Steveson is essentially an MMA infant. He needs a coach who is going to hold his hand through the grueling process of learning how to take a punch, how to check a calf kick, and how to defend a basic guillotine choke. He needs repetition and boring, methodical drill work. Jon Jones is not a patient man. He is a savant who often struggles to explain why he does what he does—he just does it.

"He's perfect."

That quote from Steveson feels naive. It feels like the words of a 25-year-old kid who is starstruck by sharing mat space with a legend. It ignores the reality that Jones has derailed his own career multiple times with hit-and-runs, failed drug tests, and domestic violence arrests. A road rage incident in April 2026 is just another Tuesday in the Jon Jones experience. For Steveson, who is already fighting an uphill battle against public perception after his WWE flop, associating with that kind of chronic instability is tactical malpractice.

The inevitable distraction

Let's examine the timeline. We are sitting here in early April, just weeks away from major combat sports events. The UFC heavyweight division is a logjam. Jones is likely preparing for whatever his next move is, whether that is a final defense or another prolonged standoff with Dana White over money. His priority is always Jon Jones.

Where does a novice heavyweight fit into that schedule? The reality is that Steveson is likely serving as a high-level grappling dummy for Jones. He is a warm body who can push Jones in the wrestling scrambles, ensuring the champion stays sharp. In return, Steveson gets to say he trains with the best. It is a transactional relationship disguised as mentorship.

The moment Steveson needs serious, dedicated attention for a fight camp of his own, he will find out how shallow this partnership really is. If his fight week coincides with Jones having to fly to Vegas for a meeting, or worse, dealing with the fallout of another street altercation, Steveson will be left to navigate the murky waters of regional MMA entirely on his own.

The prediction: A quiet uncoupling

We have to make a call on where this goes. The sport of mixed martial arts is unforgiving. You cannot half-step your way into the cage, especially at heavyweight where a single four-ounce glove connects and turns the lights out. Steveson has the physical tools, but his decision-making outside the cage remains highly suspect.

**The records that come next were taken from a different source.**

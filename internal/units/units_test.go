package units

import (
	"errors"
	"math"
	"strings"
	"testing"

	"github.com/google/go-cmp/cmp"
)

// NIST SP 811 prints factors to 7 significant digits; exact definitions are
// checked to a few ulps.
const (
	exact = 1e-15 // relative
	sig7  = 5e-7  // relative: half a unit in the 7th significant digit is ≤ 5e-7
)

func TestFactorsNIST(t *testing.T) {
	cases := []struct {
		name   string
		kind   Kind
		symbol string
		si     float64 // SI value of one unit
		relTol float64
		source string
	}{
		{"inch", Length, "in", 0.0254, exact, "NIST SP 811 B.8 inch 2.54E-02 m (exact)"},
		{"foot", Length, "ft", 0.3048, exact, "NIST SP 811 B.8 foot 3.048E-01 m (exact)"},
		{"millimetre", Length, "mm", 1e-3, exact, "SI prefix milli (exact)"},
		{"foot of head", Head, "ft", 0.3048, exact, "NIST SP 811 B.8 foot 3.048E-01 m (exact)"},
		{"US gallon per minute", Flow, "gpm", 3.785411784e-3 / 60, exact, "NIST SP 811 B.8 gallon (U.S.) 3.785412E-03 m3 (exact 3.785411784E-03)"},
		{"US gallon per minute, printed", Flow, "gpm", 6.309020e-5, sig7, "NIST SP 811 B.8 gallon (U.S.) per minute 6.309020E-05 m3/s"},
		{"cubic metre per hour", Flow, "m3/h", 1.0 / 3600, exact, "definition of the hour, 3600 s (exact)"},
		{"litre per second", Flow, "l/s", 1e-3, exact, "NIST SP 811 B.8 liter 1.0E-03 m3 (exact)"},
		{"litre per hour", Flow, "L/h", 1e-3 / 3600, exact, "NIST SP 811 B.8 liter 1.0E-03 m3 (exact)"},
		{"psi", Pressure, "psi", 6.894757e3, sig7, "NIST SP 811 B.8 pound-force per square inch 6.894757E+03 Pa"},
		{"bar", Pressure, "bar", 1e5, exact, "NIST SP 811 B.8 bar 1.0E+05 Pa (exact)"},
		{"millibar", Pressure, "mbar", 1e2, exact, "NIST SP 811 B.8 millibar 1.0E+02 Pa (exact)"},
		{"kilopascal", Pressure, "kPa", 1e3, exact, "SI prefix kilo (exact)"},
		{"metre of water", Pressure, "mH2O", 9.80665e3, exact, "NIST SP 811 B.8 meter of water, conventional 9.80665E+03 Pa (exact)"},
		{"metre of water, m wc", Pressure, "m wc", 9.80665e3, exact, "NIST SP 811 B.8 meter of water, conventional 9.80665E+03 Pa (exact)"},
		{"foot of water", Pressure, "ftH2O", 2.989067e3, sig7, "NIST SP 811 B.8 foot of water, conventional 2.989067E+03 Pa"},
		{"inch of water", Pressure, "inH2O", 2.490889e2, sig7, "NIST SP 811 B.8 inch of water, conventional 2.490889E+02 Pa"},
		{"horsepower", Power, "hp", 7.456999e2, sig7, "NIST SP 811 B.8 horsepower (550 ft lbf/s) 7.456999E+02 W"},
		{"pound per cubic foot", Density, "lb/ft3", 1.601846e1, sig7, "NIST SP 811 B.8 pound per cubic foot 1.601846E+01 kg/m3"},
		{"gram per cubic centimetre", Density, "g/cm3", 1e3, exact, "NIST SP 811 B.8 gram per cubic centimeter 1.0E+03 kg/m3 (exact)"},
		{"centipoise", Viscosity, "cP", 1e-3, exact, "NIST SP 811 B.8 centipoise 1.0E-03 Pa s (exact)"},
		{"centistokes", KinematicViscosity, "cSt", 1e-6, exact, "NIST SP 811 B.8 centistokes 1.0E-06 m2/s (exact)"},
		{"square foot per second", KinematicViscosity, "ft2/s", 9.290304e-2, exact, "NIST SP 811 B.8 square foot per second 9.290304E-02 m2/s (exact)"},
		{"Btu per hour", Power, "Btu/h", 2.930711e-1, sig7, "NIST SP 811 B.8 British thermal unit_IT per hour 2.930711E-01 W"},
		{"kilowatt", Power, "kW", 1e3, exact, "SI prefix kilo (exact)"},
		{"Btu", Energy, "Btu", 1.055056e3, sig7, "NIST SP 811 B.8 British thermal unit_IT 1.055056E+03 J"},
		{"kilowatt hour", Energy, "kWh", 3.6e6, exact, "NIST SP 811 B.8 kilowatt hour 3.6E+06 J (exact)"},
		{"foot per second", Velocity, "ft/s", 0.3048, exact, "NIST SP 811 B.8 foot per second 3.048E-01 m/s (exact)"},
		{"percent", Dimensionless, "%", 0.01, exact, "definition of per cent"},
	}
	for _, c := range cases {
		t.Run(c.name, func(t *testing.T) {
			u, err := Lookup(c.kind, c.symbol)
			if err != nil {
				t.Fatalf("Lookup(%v, %q): %v", c.kind, c.symbol, err)
			}
			got := u.ToSI(1)
			if rel := math.Abs(got-c.si) / c.si; rel > c.relTol {
				t.Errorf("Lookup(%v, %q).ToSI(1) = %.10g, want %.10g (%s), rel err %.2g > %.2g",
					c.kind, c.symbol, got, c.si, c.source, rel, c.relTol)
			}
		})
	}
}

func TestTemperature(t *testing.T) {
	// NIST SP 811 B.9: T/K = t/°C + 273.15; T/K = (t/°F + 459.67)/1.8.
	cases := []struct {
		name   string
		symbol string
		in     float64
		want   float64 // K
	}{
		{"ice point °C", "°C", 0, 273.15},
		{"steam point degC", "degC", 100, 373.15},
		{"C spelling", "C", 20, 293.15},
		{"ice point °F", "°F", 32, 273.15},
		{"steam point degF", "degF", 212, 373.15},
		{"absolute zero F", "F", -459.67, 0},
		{"-40 coincides", "°F", -40, 233.15},
		{"kelvin", "K", 300, 300},
	}
	for _, c := range cases {
		t.Run(c.name, func(t *testing.T) {
			u, err := Lookup(Temperature, c.symbol)
			if err != nil {
				t.Fatalf("Lookup(Temperature, %q): %v", c.symbol, err)
			}
			if got := u.ToSI(c.in); math.Abs(got-c.want) > 1e-12 {
				t.Errorf("Lookup(Temperature, %q).ToSI(%g) = %.15g, want %.15g (NIST SP 811 B.9)", c.symbol, c.in, got, c.want)
			}
		})
	}
}

func TestWaterColumnConstants(t *testing.T) {
	// NIST SP 811 B.8 footnote: conventional water column uses ρ = 1000 kg/m3 and g_n = 9.80665 m/s2.
	u, err := Lookup(Pressure, "mH2O")
	if err != nil {
		t.Fatal(err)
	}
	if got, want := u.ToSI(1), HeadToPressure(1, WaterColumnDensity); got != want {
		t.Errorf("mH2O = %v Pa, HeadToPressure(1 m, %v) = %v", got, WaterColumnDensity, want)
	}
	if got := PressureToHead(HeadToPressure(12.5, 983.2), 983.2); math.Abs(got-12.5) > 1e-12 {
		t.Errorf("PressureToHead(HeadToPressure(12.5)) = %v, want 12.5", got)
	}
}

func TestRoundTrip(t *testing.T) {
	values := []float64{-1234.5, -1, 0, 1e-9, 0.5, 1, 42, 3.7e6}
	for k := Flow; k <= Velocity; k++ {
		for _, sym := range Symbols(k) {
			u, err := Lookup(k, sym)
			if err != nil {
				t.Fatalf("Lookup(%v, %q): %v", k, sym, err)
			}
			for _, v := range values {
				got := u.FromSI(u.ToSI(v))
				if math.Abs(got-v) > 1e-12*math.Max(1, math.Abs(v))*1e3 {
					t.Errorf("%v %q: FromSI(ToSI(%g)) = %.17g", k, sym, v, got)
				}
			}
		}
	}
}

func TestSI(t *testing.T) {
	want := map[Kind]string{
		Flow: "m3/s", Pressure: "Pa", Length: "m", Temperature: "K", Head: "m",
		Dimensionless: "", Power: "W", Energy: "J", Velocity: "m/s",
		Density: "kg/m3", Viscosity: "Pa s", KinematicViscosity: "m2/s",
	}
	got := map[Kind]string{}
	for k := range want {
		u := SI(k)
		got[k] = u.Symbol
		if u.Kind != k || u.ToSI(3.25) != 3.25 || u.FromSI(3.25) != 3.25 {
			t.Errorf("SI(%v) = %+v is not the identity", k, u)
		}
	}
	if diff := cmp.Diff(want, got); diff != "" {
		t.Errorf("SI symbols (-want +got):\n%s", diff)
	}
	if u := SI(Kind(99)); u != (Unit{}) {
		t.Errorf("SI(99) = %+v, want zero Unit", u)
	}
}

func TestSymbolsCanonical(t *testing.T) {
	cases := []struct {
		name   string
		kind   Kind
		symbol string
		want   string
	}{
		{"superscript cube", Flow, "m³/h", "m3/h"},
		{"capital L", Flow, "L/s", "l/s"},
		{"spaces trimmed", Pressure, "  kPa ", "kPa"},
		{"m wc", Pressure, "mwc", "mH2O"},
		{"ft wc", Pressure, "ft wc", "ftH2O"},
		{"degree C", Temperature, "degC", "°C"},
		{"head in feet", Head, "ft", "ft"},
	}
	for _, c := range cases {
		t.Run(c.name, func(t *testing.T) {
			u, err := Lookup(c.kind, c.symbol)
			if err != nil {
				t.Fatalf("Lookup(%v, %q): %v", c.kind, c.symbol, err)
			}
			if u.Symbol != c.want || u.Kind != c.kind {
				t.Errorf("Lookup(%v, %q) = %q %v, want %q %v", c.kind, c.symbol, u.Symbol, u.Kind, c.want, c.kind)
			}
		})
	}
	// Every symbol must belong to exactly one unit of its kind, or Lookup is ambiguous.
	for k := Flow; k <= Velocity; k++ {
		seen := map[string]bool{}
		for _, s := range Symbols(k) {
			if seen[s] {
				t.Errorf("symbol %q listed twice for %v", s, k)
			}
			seen[s] = true
		}
	}
}

func TestErrors(t *testing.T) {
	cases := []struct {
		name    string
		kind    Kind
		symbol  string
		wantErr error
		wantMsg string
	}{
		{"wrong kind", Flow, "kPa", ErrWrongKind, `unit "kPa" is a pressure, not a flow`},
		{"length as pressure", Pressure, "mm", ErrWrongKind, `unit "mm" is a length, not a pressure`},
		{"unknown", Flow, "furlong/fortnight", ErrUnknownUnit, `unknown flow unit "furlong/fortnight" (accepted: m3/s,`},
		{"case matters", Pressure, "KPA", ErrUnknownUnit, `unknown pressure unit "KPA"`},
		{"millipascal is not megapascal", Pressure, "mPa", ErrUnknownUnit, `unknown pressure unit "mPa"`},
		{"empty flow", Flow, "", ErrUnknownUnit, `unknown flow unit ""`},
	}
	for _, c := range cases {
		t.Run(c.name, func(t *testing.T) {
			_, err := Lookup(c.kind, c.symbol)
			if !errors.Is(err, c.wantErr) {
				t.Fatalf("Lookup(%v, %q) error = %v, want %v", c.kind, c.symbol, err, c.wantErr)
			}
			if !strings.HasPrefix(err.Error(), c.wantMsg) {
				t.Errorf("Lookup(%v, %q) error = %q, want prefix %q", c.kind, c.symbol, err, c.wantMsg)
			}
		})
	}
	if _, err := Find("parsec"); !errors.Is(err, ErrUnknownUnit) || err.Error() != `unknown unit "parsec"` {
		t.Errorf(`Find("parsec") error = %v, want unknown unit "parsec"`, err)
	}
}

func TestFind(t *testing.T) {
	cases := []struct {
		symbol string
		want   Kind
	}{
		{"m", Length}, // shared with Head: table order gives Length
		{"ft", Length},
		{"m3/h", Flow},
		{"psi", Pressure},
		{"°F", Temperature},
		{"kW", Power},
		{"%", Dimensionless},
	}
	for _, c := range cases {
		u, err := Find(c.symbol)
		if err != nil || u.Kind != c.want {
			t.Errorf("Find(%q) = %v, %v; want kind %v", c.symbol, u.Kind, err, c.want)
		}
	}
}

func TestFormat(t *testing.T) {
	m3h, _ := Lookup(Flow, "m3/h")
	kpa, _ := Lookup(Pressure, "kPa")
	degC, _ := Lookup(Temperature, "degC")
	pct, _ := Lookup(Dimensionless, "%")
	cases := []struct {
		name   string
		v      float64
		u      Unit
		digits int
		want   string
	}{
		{"flow", 2.5 / 3600, m3h, 2, "2.50 m3/h"},
		{"pressure", 12345, kpa, 1, "12.3 kPa"},
		{"temperature", 293.15, degC, 1, "20.0 °C"},
		{"shortest", 1500, kpa, -1, "1.5 kPa"},
		{"ratio", 0.125, SI(Dimensionless), 3, "0.125"},
		{"percent", 0.125, pct, 1, "12.5 %"},
	}
	for _, c := range cases {
		t.Run(c.name, func(t *testing.T) {
			if got := Format(c.v, c.u, c.digits); got != c.want {
				t.Errorf("Format(%v, %q, %d) = %q, want %q", c.v, c.u.Symbol, c.digits, got, c.want)
			}
		})
	}
}

func TestKindString(t *testing.T) {
	got := []string{Flow.String(), Pressure.String(), Length.String(), Temperature.String(), Head.String(), Kind(42).String()}
	want := []string{"flow", "pressure", "length", "temperature", "head", "kind(42)"}
	if diff := cmp.Diff(want, got); diff != "" {
		t.Errorf("Kind.String (-want +got):\n%s", diff)
	}
}

func FuzzLookup(f *testing.F) {
	for _, s := range []string{"m3/h", "kPa", "°C", "", " ", "m wc", "\xff", "m³/h"} {
		f.Add(int(Flow), s)
		f.Add(int(Pressure), s)
	}
	f.Fuzz(func(t *testing.T, k int, symbol string) {
		u, err := Lookup(Kind(k), symbol)
		if err == nil {
			if u.Kind != Kind(k) {
				t.Errorf("Lookup(%d, %q) returned kind %v", k, symbol, u.Kind)
			}
			if got := u.FromSI(u.ToSI(1)); math.Abs(got-1) > 1e-9 {
				t.Errorf("Lookup(%d, %q) round trip 1 -> %v", k, symbol, got)
			}
		} else if !errors.Is(err, ErrUnknownUnit) && !errors.Is(err, ErrWrongKind) {
			t.Errorf("Lookup(%d, %q) error %v wraps neither sentinel", k, symbol, err)
		} else {
			_ = err.Error()
		}
		fu, ferr := Find(symbol)
		if ferr == nil {
			if _, err := Lookup(fu.Kind, symbol); err != nil {
				t.Errorf("Find(%q) = %v but Lookup of that kind fails: %v", symbol, fu.Kind, err)
			}
		} else if !errors.Is(ferr, ErrUnknownUnit) {
			t.Errorf("Find(%q) error %v does not wrap ErrUnknownUnit", symbol, ferr)
		}
	})
}
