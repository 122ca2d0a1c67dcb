package hydraulics

import (
	"errors"
	"testing"
)

func TestDiffControllerDrop(t *testing.T) {
	c := DiffController{Kvs: 4, SetPoint: 20e3, Hold: 2e-3}
	if err := c.Validate(); err != nil {
		t.Fatal(err)
	}
	for _, q := range []float64{0, 1e-4, 1.5e-3, 1.999e-3, 2.001e-3, 2.5e-3, 5e-3} {
		dp, _ := c.Drop(q, water20)
		open, _ := KvDrop(q, c.Kvs, water20.Density)
		if q <= c.Hold {
			// Wide open below the held flow: the Kvs law alone.
			if dp != open || c.Holding(q) || c.Throttle(q) != 0 {
				t.Errorf("Drop(%g) = %g, want the wide-open %g, not holding", q, dp, open)
			}
		} else {
			// Above it the excess is throttled: a set point's worth of
			// throttling for a ControllerDroop rise of the flow.
			want := open + c.SetPoint*(q-c.Hold)/(ControllerDroop*c.Hold)
			if relErr(dp, want) > 1e-12 || !c.Holding(q) || relErr(c.Throttle(q), want-open) > 1e-12 {
				t.Errorf("Drop(%g) = %g, want %g, holding", q, dp, want)
			}
		}
		if q != 0 && q != c.Hold {
			checkSlope(t, "controller", c, q, 1e-6, water20, 1e-5)
		}
		checkOdd(t, "controller", c, q, water20)
	}
	for _, bad := range []DiffController{{Kvs: 0, SetPoint: 1, Hold: 1}, {Kvs: 1, SetPoint: -1, Hold: 1}, {Kvs: 1, SetPoint: 1}} {
		if err := bad.Validate(); !errors.Is(err, ErrInvalid) {
			t.Errorf("Validate(%+v) = %v, want ErrInvalid", bad, err)
		}
	}
}
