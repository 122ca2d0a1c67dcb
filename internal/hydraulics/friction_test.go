package hydraulics

import (
	"errors"
	"fmt"
	"math"
	"testing"
)

func TestFrictionFactorColebrook(t *testing.T) {
	// [C] computed from the Colebrook-White equation: the "table" column is
	// references §2.2 (6 decimals, Newton solution); the "exact" column was
	// computed independently with 40-digit decimal arithmetic (Python
	// decimal, Newton to convergence) and matches the table to all printed
	// digits.
	tests := []struct {
		re, rr       float64
		table, exact float64
	}{
		{4000, 0, 0.039907, 0.039907014055634897},
		{1e4, 0, 0.030883, 0.03088295035348769},
		{1e5, 0, 0.017990, 0.017989773084273838},
		{1e6, 0, 0.011645, 0.011645040997991624},
		{1e7, 0, 0.008103, 0.0081026694308749137},
		{1e4, 1e-3, 0.032382, 0.032381806363092722},
		{5e4, 2e-3, 0.026506, 0.026505591909046385},
		{1e5, 1e-4, 0.018514, 0.018513866077471644},
		{1e5, 1e-3, 0.022175, 0.022174535944515076},
		{1e5, 1e-2, 0.038504, 0.038503543527335093},
		{2e5, 5e-5, 0.016036, 0.016036129774129992},
		{1e6, 1e-4, 0.013441, 0.013441437692508492},
		{1e6, 1e-3, 0.019943, 0.019943465840476866},
		{1e7, 1e-5, 0.008996, 0.0089957117448344406},
		{1e8, 1e-6, 0.006433, 0.0064325565196922795},
	}
	for _, tc := range tests {
		t.Run(fmt.Sprintf("Re=%g,eps/D=%g", tc.re, tc.rr), func(t *testing.T) {
			f, err := FrictionFactor(tc.re, tc.rr)
			if err != nil {
				t.Fatalf("FrictionFactor(%g, %g): %v", tc.re, tc.rr, err)
			}
			if e := relErr(f, tc.exact); e > 1e-12 {
				t.Errorf("FrictionFactor(%g, %g) = %.17g, want %.17g (rel %.2g > 1e-12)", tc.re, tc.rr, f, tc.exact, e)
			}
			if math.Abs(f-tc.table) > 5e-7 {
				t.Errorf("FrictionFactor(%g, %g) = %.7f, references table %.6f", tc.re, tc.rr, f, tc.table)
			}
			// The solution must satisfy the Colebrook-White equation itself
			// to rounding.
			x := 1 / math.Sqrt(f)
			res := x + 2*math.Log10(tc.rr/3.7+2.51*x/tc.re)
			if math.Abs(res) > 1e-13*x {
				t.Errorf("Colebrook residual at Re=%g: %g", tc.re, res)
			}
		})
	}
}

// newtonColebrook solves the Colebrook-White equation for x = 1/√f by plain
// Newton iteration from x = 8 until the iterate repeats, independently of
// the production start and step.
func newtonColebrook(re, rr float64) float64 {
	a, b := rr/3.7, 2.51/re
	x := 8.0
	for range 200 {
		s := a + b*x
		next := x - (x+2*math.Log10(s))/(1+2*b/(s*math.Ln10))
		if next == x {
			break
		}
		x = next
	}
	return 1 / (x * x)
}

// TestColebrookMachinePrecision checks the two-step solution over a dense
// grid of the Moody chart and beyond (Re 4000 to 1e9, ε/D 0 and 1e-8 to
// 0.1) against Newton's method run to its fixed point: they must agree to a
// few ulp (4e-15 relative, the spread of two correctly converged float64
// solutions), and the equation's residual must vanish to rounding.
func TestColebrookMachinePrecision(t *testing.T) {
	rrs := []float64{0}
	for e := -8.0; e <= -1; e += 0.125 {
		rrs = append(rrs, math.Pow(10, e))
	}
	var worst float64
	for _, rr := range rrs {
		for e := math.Log10(TurbulentLimit); e <= 9; e += 1.0 / 64 {
			re := math.Pow(10, e)
			f, err := FrictionFactor(re, rr)
			if err != nil {
				t.Fatalf("FrictionFactor(%g, %g): %v", re, rr, err)
			}
			want := newtonColebrook(re, rr)
			worst = max(worst, relErr(f, want))
			if relErr(f, want) > 4e-15 {
				t.Errorf("FrictionFactor(%g, %g) = %.17g, Newton to convergence %.17g (rel %.2g)", re, rr, f, want, relErr(f, want))
			}
			x := 1 / math.Sqrt(f)
			if res := x + 2*math.Log10(rr/3.7+2.51*x/re); math.Abs(res) > 1e-13*x {
				t.Errorf("Colebrook residual at Re=%g, eps/D=%g: %g", re, rr, res)
			}
		}
	}
	t.Logf("largest relative difference from Newton: %.2g", worst)
}

// TestClamondStepOrder checks the convergence order colebrook relies on:
// from u* + d, one step (with the exact G) leaves an error that shrinks as
// d⁴ (a tenth of d, a ten-thousandth of the error, within a factor 3),
// where u* = x ln10/2 is Newton's converged solution.
func TestClamondStepOrder(t *testing.T) {
	for _, c := range []struct{ re, rr float64 }{{1e4, 0}, {1e5, 1e-3}, {4000, 0.05}} {
		a, beta := c.rr/3.7, 5.02/(c.re*math.Ln10)
		x1 := a / beta
		star := math.Ln10 / 2 / math.Sqrt(newtonColebrook(c.re, c.rr))
		after := func(d float64) float64 {
			u := star + d
			return math.Abs(u - clamondStep(u, x1, u+math.Log(a+beta*u)) - star)
		}
		e1, e2 := after(0.3), after(0.03)
		if r := e1 / e2; !(r > 1e4/3 && r < 3e4) {
			t.Errorf("Re=%g, eps/D=%g: errors %.3g from 0.3 and %.3g from 0.03 (ratio %.3g, want about 1e4)", c.re, c.rr, e1, e2, r)
		}
	}
}

// TestLnApprox checks the approximate logarithm against math.Log within
// its stated 1.1e-5, from the arguments of colebrook's first step (1e-10 and
// up) through the Reynolds numbers it sees and beyond.
func TestLnApprox(t *testing.T) {
	for e := -300.0; e <= 300; e += 0.001 {
		x := math.Pow(10, e)
		if d := math.Abs(lnApprox(x) - math.Log(x)); d > 1.1e-5 {
			t.Fatalf("lnApprox(%g) = %g, math.Log %g (error %.2g > 1.1e-5)", x, lnApprox(x), math.Log(x), d)
		}
	}
}

func TestFrictionFactorLaminar(t *testing.T) {
	// Hagen-Poiseuille, closed form: f = 64/Re.
	for _, re := range []float64{1e-3, 1, 100, 1000, 2000} {
		f, err := FrictionFactor(re, 1e-3)
		if err != nil {
			t.Fatalf("FrictionFactor(%g): %v", re, err)
		}
		if relErr(f, 64/re) > 1e-15 {
			t.Errorf("FrictionFactor(%g) = %g, want 64/Re = %g", re, f, 64/re)
		}
	}
}

// TestFrictionFactorWhiteExample67 checks the pipe-friction worked example of
// F. M. White, Fluid Mechanics (Example 6.7 in the 4th-7th editions, after
// Moody 1944): oil, ν = 1e-5 m2/s, 0.2 m3/s through 500 m of 200 mm
// cast-iron pipe, ε = 0.26 mm, Re ≈ 128 000, ε/D = 0.0013; the Moody-chart
// reading printed is f ≈ 0.0225 (found in a stored copy of the text); the
// answer head loss ≈ 117 m is from memory. Chart readings carry ~2 digits,
// so the tolerance is 2 %.
func TestFrictionFactorWhiteExample67(t *testing.T) {
	p := Pipe{Bore: 0.2, Length: 500, Roughness: 0.26e-3}
	oil := water20
	oil.Density = 900
	oil.Viscosity = 900 * 1e-5
	q := 0.2
	re := p.Reynolds(q, oil)
	if relErr(re, 128000) > 0.01 {
		t.Errorf("Reynolds = %g, want about 128000", re)
	}
	f, err := FrictionFactor(re, p.Roughness/p.Bore)
	if err != nil {
		t.Fatal(err)
	}
	if relErr(f, 0.0225) > 0.02 {
		t.Errorf("f = %.4f, White's Moody-chart reading 0.0225", f)
	}
	dp, _ := p.Drop(q, oil)
	hf := dp / (oil.Density * 9.80665)
	if relErr(hf, 117) > 0.02 {
		t.Errorf("head loss = %.1f m, want about 117 m", hf)
	}
}

func TestFrictionFactorSlope(t *testing.T) {
	// The analytic df/dRe (implicit Colebrook derivative, Hermite
	// derivative) against a central difference.
	for _, rr := range []float64{0, 1e-5, 1e-3, 0.05} {
		for _, re := range []float64{500, 1999, 2001, 2500, 3000, 3999, 4001, 1e4, 1e5, 1e7} {
			_, d, err := FrictionFactorSlope(re, rr)
			if err != nil {
				t.Fatal(err)
			}
			h := 1e-5 * re
			fu, _ := FrictionFactor(re+h, rr)
			fd, _ := FrictionFactor(re-h, rr)
			want := (fu - fd) / (2 * h)
			if relErr(d, want) > 1e-6 {
				t.Errorf("df/dRe(Re=%g, eps/D=%g) = %.10g, finite difference %.10g", re, rr, d, want)
			}
		}
	}
}

// TestFrictionTransition checks the Hermite bridge is continuous with both
// laws and keeps the pressure drop (∝ f Re²) strictly increasing in flow:
// d(f Re²)/dRe = Re (2f + Re f') > 0, which the network solver relies on.
func TestFrictionTransition(t *testing.T) {
	for _, rr := range []float64{0, 1e-4, 1e-3, 1e-2, 0.05, MaxRelRoughness} {
		lo, _ := FrictionFactor(LaminarLimit, rr)
		lo2, _ := FrictionFactor(math.Nextafter(LaminarLimit, 3000), rr)
		hi, _ := FrictionFactor(TurbulentLimit, rr)
		hi2, _ := FrictionFactor(math.Nextafter(TurbulentLimit, 3000), rr)
		if relErr(lo2, lo) > 1e-12 || relErr(hi2, hi) > 1e-12 {
			t.Errorf("eps/D=%g: discontinuity: %g|%g at 2000, %g|%g at 4000", rr, lo, lo2, hi2, hi)
		}
		for re := LaminarLimit; re <= TurbulentLimit; re += 10 {
			f, d, _ := FrictionFactorSlope(re, rr)
			if !(f > 0) || !(2*f+re*d > 0) {
				t.Errorf("eps/D=%g Re=%g: f=%g, 2f+Re f'=%g: want both positive", rr, re, f, 2*f+re*d)
			}
		}
	}
}

func TestFrictionFactorErrors(t *testing.T) {
	tests := []struct {
		name   string
		re, rr float64
	}{
		{"zero Re", 0, 1e-3},
		{"negative Re", -10, 1e-3},
		{"NaN Re", math.NaN(), 1e-3},
		{"infinite Re", math.Inf(1), 1e-3},
		{"negative roughness", 1e5, -1e-3},
		{"NaN roughness", 1e5, math.NaN()},
		{"too rough", 1e5, 0.2},
	}
	for _, tc := range tests {
		t.Run(tc.name, func(t *testing.T) {
			f, err := FrictionFactor(tc.re, tc.rr)
			if !errors.Is(err, ErrOutOfRange) {
				t.Errorf("FrictionFactor(%g, %g) = %g, %v; want ErrOutOfRange", tc.re, tc.rr, f, err)
			}
		})
	}
}

func BenchmarkFrictionFactor(b *testing.B) {
	for _, re := range []float64{1000, 3000, 1e4, 1e6} {
		b.Run(fmt.Sprintf("Re=%g", re), func(b *testing.B) {
			for b.Loop() {
				_, _ = FrictionFactor(re, 1e-3)
			}
		})
	}
}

My prediction is definitive. This partnership will not survive to see Gable Steveson's major promotional debut. By the time Steveson actually secures a fight in a secondary promotion—likely something like PFL or a high-level regional show by late 2026—Jones will be completely detached from his camp. The current road rage incident is just a symptom of the larger disease. Jones is entirely incapable of maintaining a quiet, drama-free existence. The noise will eventually become too loud for Steveson's management to ignore.

Within 18 months, Steveson will quietly relocate his training camps to a more structured environment. He will likely end up at American Top Team or Kill Cliff FC, where he can blend into a room of killers rather than serving as the understudy to a walking PR disaster. The "perfect" mentor will become just another footnote in Steveson's strange, stumbling transition from Olympic gold to professional prizefighting.